Example: Supervised Classification App

Running Python code requires a running Python kernel. Click the –> Live Code button above on this page to run the code below.

Warning

🚧 This site is under construction! As of now, the Python kernel may not run on the page or have very long wait times. Also, expect typos.👷🏽‍♀️

Example: Supervised Classification App#

A supervised classification method fits the project requirements well and is so a good place to start. The nature of your Data and organizational needs dictate which methods you can use. So what type of data works with supervised classification methods?

One of the features (columns) contains mutually exclusive categories you want to predict (the dependent variable).
At least one other feature (the independent variable(s)).

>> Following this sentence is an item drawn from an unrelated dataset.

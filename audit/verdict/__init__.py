from .calibration import Calibration, CalibrationRow, Shrinkage, size_check  # noqa: F401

This will be a simple example. Simple data. Simple model. Simple interface. However, it does demonstrate the minimum requirements for part C. We’ll also show how things can progressively be improved, building on the working code. Simple is a great place to start -scaling up is typically easier than going in the other direction.

Purple iris with arrows denoting the width and length of the petal and sepal. Gird of four panels showing 2D regions defining iris type classification using independent variables sepal length and width determined by SVC using linear, linearSVC, RBF, and degree 3 polynomial kernels. The data points in each panel are divided into blue, light-blue, and red regions.

Let’s look at the famous Fisher’s Iris data set:

	sepal-length	sepal-width	petal-length	petal-width	type
0	5.1	3.5	1.4	0.2	Iris-setosa
1	4.9	3.0	1.4	0.2	Iris-setosa
2	4.7	3.2	1.3	0.2	Iris-setosa
3	4.6	3.1	1.5	0.2	Iris-setosa
4	5.0	3.6	1.4	0.2	Iris-setosa
...	...	...	...	...	...
145	6.7	3.0	5.2	2.3	Iris-virginica
146	6.3	2.5	5.0	1.9	Iris-virginica
147	6.5	3.0	5.2	2.0	Iris-virginica
148	6.2	3.4	5.4	2.3	Iris-virginica
149	5.9	3.0	5.1	1.8	Iris-virginica

Though we described everything as “simple,” we’ll also see that this dataset is quite rich with angles to investigate. At this point, we have many options, but for a classification project we need a categorical feature as our dependent variable, and for this, we only have the choice: type.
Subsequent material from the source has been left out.